Obviamente que as questões envolvendo a produção de determinados locais foram evoluindo de forma que, em certo ponto, precisou-se formalizar regras e procedimentos, além de grupos “diplomáticos” para solicitar aos governos que nomes de certas regiões não fossem usados por produtores que não pertencessem à área ou, mesmo que pertencessem, não seguissem regras pré-estabelecidas.
Como é de se imaginar, foi na França que surgiu um dos primeiros órgãos governamentais para tentar regulamentar as denominações de origem, ou, como eles chamam: Appellation d'Origine Protégée (AOP).

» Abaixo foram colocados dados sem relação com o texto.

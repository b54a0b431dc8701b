//! Frame graphs in caller-provided storage: frames identified by the small integers the add
//! calls return, edges of every kind, and the motion of any frame relative to any other at
//! any time. No heap: the nodes live in the caller's array, a sampled edge keeps a pointer to
//! the caller's samples. The paths and compositions are the core's (`rotaframe::graph`).

use core::ffi::c_void;

use rotaframe::earth::Geodetic;
use rotaframe::graph::{EarthRotation, Fixed, FrameId, FrameTree, GraphFault, LocalAxes, Motion, Path, Site, Spin};
use rotaframe::nalgebra::{Quaternion, Vector3};
use rotaframe::nav::{GeodeticPoses, PoseSource, RecordedSample, SampleSource, SampledMotion, SegmentCache};

use crate::nav::rf_recorded_sample;
use crate::status::{Fallible, RF_STATUS_INVALID_ARGUMENT, boundary, disjoint, out, read, region, rf_status, slice, slice_mut};
use crate::types::{rf_apparent_terms, rf_earth_model, rf_frame_motion, rf_geodetic, rf_point_kinematics, rf_quat, rf_vec3};

/// Edge kinds of a graph node.
#[repr(u32)]
#[derive(Debug, Clone, Copy, PartialEq, Eq)]
pub enum rf_edge_kind {
    /// The root (no edge).
    RF_EDGE_ROOT = 0,
    /// A constant rotation and offset.
    RF_EDGE_FIXED = 1,
    /// A spin about a fixed axis.
    RF_EDGE_SPIN = 2,
    /// The Earth's rotation (ECEF relative to the inertial frame).
    RF_EDGE_EARTH = 3,
    /// A local-level frame at a fixed geodetic point.
    RF_EDGE_SITE = 4,
    /// Geodetic samples (`rf_recorded_sample`) relative to an Earth-fixed parent.
    RF_EDGE_SAMPLES_GEODETIC = 5,
    /// Cartesian samples (`rf_pose_sample`) in the parent.
    RF_EDGE_SAMPLES_CARTESIAN = 6,
    /// A caller's function of time.
    RF_EDGE_FUNCTION = 7,
}

crate::enums::c_enum!(rf_edge_kind {
    RF_EDGE_ROOT,
    RF_EDGE_FIXED,
    RF_EDGE_SPIN,
    RF_EDGE_EARTH,
    RF_EDGE_SITE,
    RF_EDGE_SAMPLES_GEODETIC,
    RF_EDGE_SAMPLES_CARTESIAN,
    RF_EDGE_FUNCTION,
});

/// Local-level axes of a site, for `rf_graph_add_site`.
#[repr(u32)]
#[derive(Debug, Clone, Copy, PartialEq, Eq)]
pub enum rf_local_axes {
    /// North, east, down.
    RF_AXES_NED = 0,
    /// East, north, up.
    RF_AXES_ENU = 1,
}

crate::enums::c_enum!(rf_local_axes { RF_AXES_NED, RF_AXES_ENU });

/// A Cartesian sample of a child frame's pose in its parent: time (s), position of its origin
/// in the parent (m) and child-to-parent attitude.
#[repr(C)]
#[derive(Debug, Clone, Copy, PartialEq, Default)]
pub struct rf_pose_sample {
    /// Time (s).
    pub time: f64,
    /// Origin of the child in the parent (m).
    pub position: rf_vec3,
    /// Child-to-parent rotation.
    pub attitude: rf_quat,
}

/// A caller's edge: writes the motion of the child relative to the parent at `time` (s) to
/// `out_motion` and returns `RF_STATUS_OK`, or any other status to abort the query.
pub type rf_edge_motion_fn =
    Option<unsafe extern "C" fn(context: *mut c_void, time: f64, out_motion: *mut rf_frame_motion) -> rf_status>;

Os primórdios do “Institut national de l'origine et de la qualité” (antes conhecido como “Institut National des Appellations d'Origine”), cuja sigla é INAO, remonta ao começo do século XX, quando o governo francês passou a dar atenção para alguns problemas dos agricultores, entre eles o dilema das delimitações das produções. O INAO foi oficialmente criado dentro do ministério da agricultura em 1935.
Em 15 de maio de 1936, o instituto publicou uma portaria em que reconhecia como denominação de origem controlada (DOC) as regiões vinícolas de Arbois, Tavel, Cognac, Cassis, Monbazillac e Châteauneuf-du-Pape. Estas, então, teriam sido as cinco primeiras DOCs ligadas ao vinho da França apesar de Châteauneuf-du-Pape clamar para si a primazia.
Aos poucos, entidades similares ao INAO francês surgiram em outros países europeus e o modelo das denominações de origem tomou forma, espalhando-se por todos os cantos, com conselhos reguladores locais que, além de delimitar fronteiras, criaram normas técnicas para que os vinhos de determinados locais pudessem levar o nome da região onde nasceram.
Mais do que a uva vir de um vinhedo localizado dentro dos limites de um território, é preciso seguir os parâmetros de produção definidos por um órgão regulador.
O INAO define as AOP como “designando um produto em que todas as etapas de produção são realizadas de acordo com um know-how reconhecido na mesma área geográfica, o que confere ao produto as suas características”.
Se você é um produtor em Chablis, precisa cultivar apenas Chardonnay e seguir algumas regras de vinificação para poder rotular seu vinho como Chablis, necessariamente um branco.
Se quiser plantar Zinfandel e fazer um tinto, por exemplo, mesmo que consiga autorização para o cultivo (que certamente já será uma batalha judicial acirrada visto que os órgãos governamentais tendem a resguardar até mesmo o que pode ser plantado para que o terroir não perca sua essência), certamente não poderá rotulá-lo como Chablis.
Se você estiver em Champagne, por exemplo, e quiser produzir um espumante com método Charmat, por mais que use somente uvas autorizadas, tampouco vai poder apontar que ele é um vinho de Champagne, pois o método tradicional é obrigatório.
Enfim, na maioria das vezes, as regras de produção de uma denominação de origem controlada são bastante rigorosas, com o intuito de manter não somente tradições enraizadas, mas também o que os órgãos reguladores definem como seus níveis de qualidade.